● Exercise input
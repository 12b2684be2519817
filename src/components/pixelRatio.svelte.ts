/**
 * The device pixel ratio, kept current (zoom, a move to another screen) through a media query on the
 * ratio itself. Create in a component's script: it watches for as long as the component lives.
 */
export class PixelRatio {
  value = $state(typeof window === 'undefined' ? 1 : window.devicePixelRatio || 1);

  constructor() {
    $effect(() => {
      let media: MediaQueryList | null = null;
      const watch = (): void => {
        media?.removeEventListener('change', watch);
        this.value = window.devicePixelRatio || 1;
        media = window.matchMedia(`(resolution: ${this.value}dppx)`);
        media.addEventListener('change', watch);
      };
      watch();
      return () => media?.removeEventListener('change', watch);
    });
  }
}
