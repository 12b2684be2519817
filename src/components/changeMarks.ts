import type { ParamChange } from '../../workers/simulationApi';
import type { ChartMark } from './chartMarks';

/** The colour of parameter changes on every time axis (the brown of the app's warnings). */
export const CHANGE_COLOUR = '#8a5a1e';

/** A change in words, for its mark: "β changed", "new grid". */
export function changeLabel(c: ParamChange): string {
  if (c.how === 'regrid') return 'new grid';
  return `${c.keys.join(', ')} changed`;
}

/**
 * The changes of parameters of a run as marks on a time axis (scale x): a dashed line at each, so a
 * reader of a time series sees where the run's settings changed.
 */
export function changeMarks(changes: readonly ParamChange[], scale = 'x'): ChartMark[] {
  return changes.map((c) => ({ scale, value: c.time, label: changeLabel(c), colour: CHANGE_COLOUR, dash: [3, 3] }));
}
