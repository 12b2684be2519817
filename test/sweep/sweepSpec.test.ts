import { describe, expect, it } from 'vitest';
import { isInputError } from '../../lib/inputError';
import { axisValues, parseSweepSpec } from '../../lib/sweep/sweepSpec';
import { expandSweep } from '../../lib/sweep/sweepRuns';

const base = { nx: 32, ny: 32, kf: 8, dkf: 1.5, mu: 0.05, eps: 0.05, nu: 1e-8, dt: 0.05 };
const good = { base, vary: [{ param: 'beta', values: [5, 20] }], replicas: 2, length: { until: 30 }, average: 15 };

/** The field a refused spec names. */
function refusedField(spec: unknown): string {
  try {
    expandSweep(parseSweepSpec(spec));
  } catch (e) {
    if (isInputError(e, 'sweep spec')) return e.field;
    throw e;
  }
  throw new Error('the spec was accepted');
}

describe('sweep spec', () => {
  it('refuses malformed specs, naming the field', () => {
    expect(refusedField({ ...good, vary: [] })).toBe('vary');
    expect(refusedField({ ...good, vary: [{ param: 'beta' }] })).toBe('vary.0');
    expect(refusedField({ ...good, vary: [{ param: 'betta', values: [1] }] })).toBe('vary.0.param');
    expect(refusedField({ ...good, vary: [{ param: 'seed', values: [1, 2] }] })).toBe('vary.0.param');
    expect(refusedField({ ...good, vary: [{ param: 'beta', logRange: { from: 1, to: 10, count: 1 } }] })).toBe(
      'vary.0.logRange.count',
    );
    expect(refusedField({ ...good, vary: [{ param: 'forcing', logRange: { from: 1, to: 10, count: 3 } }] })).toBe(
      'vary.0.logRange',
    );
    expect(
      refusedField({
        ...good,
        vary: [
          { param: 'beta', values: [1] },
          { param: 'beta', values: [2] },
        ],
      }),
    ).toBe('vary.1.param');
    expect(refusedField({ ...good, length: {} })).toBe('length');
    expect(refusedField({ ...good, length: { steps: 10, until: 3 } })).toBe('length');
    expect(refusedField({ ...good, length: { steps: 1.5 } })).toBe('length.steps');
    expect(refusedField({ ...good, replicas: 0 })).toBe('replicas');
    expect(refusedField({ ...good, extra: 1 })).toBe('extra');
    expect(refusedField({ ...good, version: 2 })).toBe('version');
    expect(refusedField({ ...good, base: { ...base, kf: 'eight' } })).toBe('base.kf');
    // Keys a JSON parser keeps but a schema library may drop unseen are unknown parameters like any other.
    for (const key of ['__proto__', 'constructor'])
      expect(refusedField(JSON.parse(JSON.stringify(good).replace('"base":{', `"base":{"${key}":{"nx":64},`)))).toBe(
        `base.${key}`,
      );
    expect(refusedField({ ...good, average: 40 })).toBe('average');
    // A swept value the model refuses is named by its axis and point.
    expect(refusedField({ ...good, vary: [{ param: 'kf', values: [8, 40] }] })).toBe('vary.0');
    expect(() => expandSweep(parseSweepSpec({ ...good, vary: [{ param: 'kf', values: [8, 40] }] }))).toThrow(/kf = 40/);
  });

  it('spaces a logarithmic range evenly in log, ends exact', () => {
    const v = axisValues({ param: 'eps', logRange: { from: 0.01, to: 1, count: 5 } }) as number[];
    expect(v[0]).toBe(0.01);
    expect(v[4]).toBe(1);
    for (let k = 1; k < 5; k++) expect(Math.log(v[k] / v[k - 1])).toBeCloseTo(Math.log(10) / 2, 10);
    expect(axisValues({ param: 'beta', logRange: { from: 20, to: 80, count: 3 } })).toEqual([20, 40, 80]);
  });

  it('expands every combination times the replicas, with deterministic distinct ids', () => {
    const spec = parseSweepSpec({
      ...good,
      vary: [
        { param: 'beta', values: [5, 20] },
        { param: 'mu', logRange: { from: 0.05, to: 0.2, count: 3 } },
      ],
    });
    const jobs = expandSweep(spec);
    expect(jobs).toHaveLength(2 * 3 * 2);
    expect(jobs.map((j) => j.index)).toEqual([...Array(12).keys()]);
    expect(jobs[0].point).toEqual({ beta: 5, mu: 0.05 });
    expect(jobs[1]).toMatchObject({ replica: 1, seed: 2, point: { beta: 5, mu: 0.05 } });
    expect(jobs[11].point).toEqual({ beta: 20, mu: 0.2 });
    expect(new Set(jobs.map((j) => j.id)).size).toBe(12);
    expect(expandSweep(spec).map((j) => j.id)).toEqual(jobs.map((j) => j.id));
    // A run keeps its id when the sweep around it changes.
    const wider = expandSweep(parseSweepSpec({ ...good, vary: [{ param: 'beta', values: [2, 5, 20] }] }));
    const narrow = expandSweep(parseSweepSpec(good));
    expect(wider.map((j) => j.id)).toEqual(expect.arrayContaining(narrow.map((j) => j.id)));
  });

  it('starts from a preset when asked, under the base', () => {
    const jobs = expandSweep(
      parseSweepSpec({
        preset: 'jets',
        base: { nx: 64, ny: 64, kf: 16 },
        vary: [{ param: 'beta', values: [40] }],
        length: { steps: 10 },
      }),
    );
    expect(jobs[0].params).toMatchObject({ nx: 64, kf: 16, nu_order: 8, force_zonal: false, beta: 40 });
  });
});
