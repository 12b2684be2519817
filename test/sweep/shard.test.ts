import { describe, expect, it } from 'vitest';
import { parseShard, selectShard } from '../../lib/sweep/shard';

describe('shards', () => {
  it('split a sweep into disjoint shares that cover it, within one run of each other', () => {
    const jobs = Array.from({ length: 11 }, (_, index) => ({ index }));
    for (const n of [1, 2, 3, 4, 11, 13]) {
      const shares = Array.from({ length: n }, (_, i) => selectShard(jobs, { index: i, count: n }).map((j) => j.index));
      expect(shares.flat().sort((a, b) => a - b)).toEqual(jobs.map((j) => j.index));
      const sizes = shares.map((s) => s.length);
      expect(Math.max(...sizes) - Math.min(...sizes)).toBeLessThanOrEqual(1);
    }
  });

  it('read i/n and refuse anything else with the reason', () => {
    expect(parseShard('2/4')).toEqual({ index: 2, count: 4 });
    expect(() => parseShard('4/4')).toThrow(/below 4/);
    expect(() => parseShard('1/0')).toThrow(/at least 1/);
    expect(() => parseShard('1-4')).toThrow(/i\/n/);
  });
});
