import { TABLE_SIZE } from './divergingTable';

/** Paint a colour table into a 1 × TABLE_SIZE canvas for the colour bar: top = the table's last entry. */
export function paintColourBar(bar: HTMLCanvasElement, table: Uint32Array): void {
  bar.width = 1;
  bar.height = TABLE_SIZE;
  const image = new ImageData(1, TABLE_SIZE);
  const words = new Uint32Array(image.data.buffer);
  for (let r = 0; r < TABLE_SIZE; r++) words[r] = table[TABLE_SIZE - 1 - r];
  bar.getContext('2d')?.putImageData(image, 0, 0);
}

● Task requirements
Select all lines in the listing that include the word "parameters".

● Exercise output
 * The changes of parameters of a run as marks on a time axis (scale x): a dashed line at each, so a
    // Keys a JSON parser keeps but a schema library may drop unseen are unknown parameters like any other.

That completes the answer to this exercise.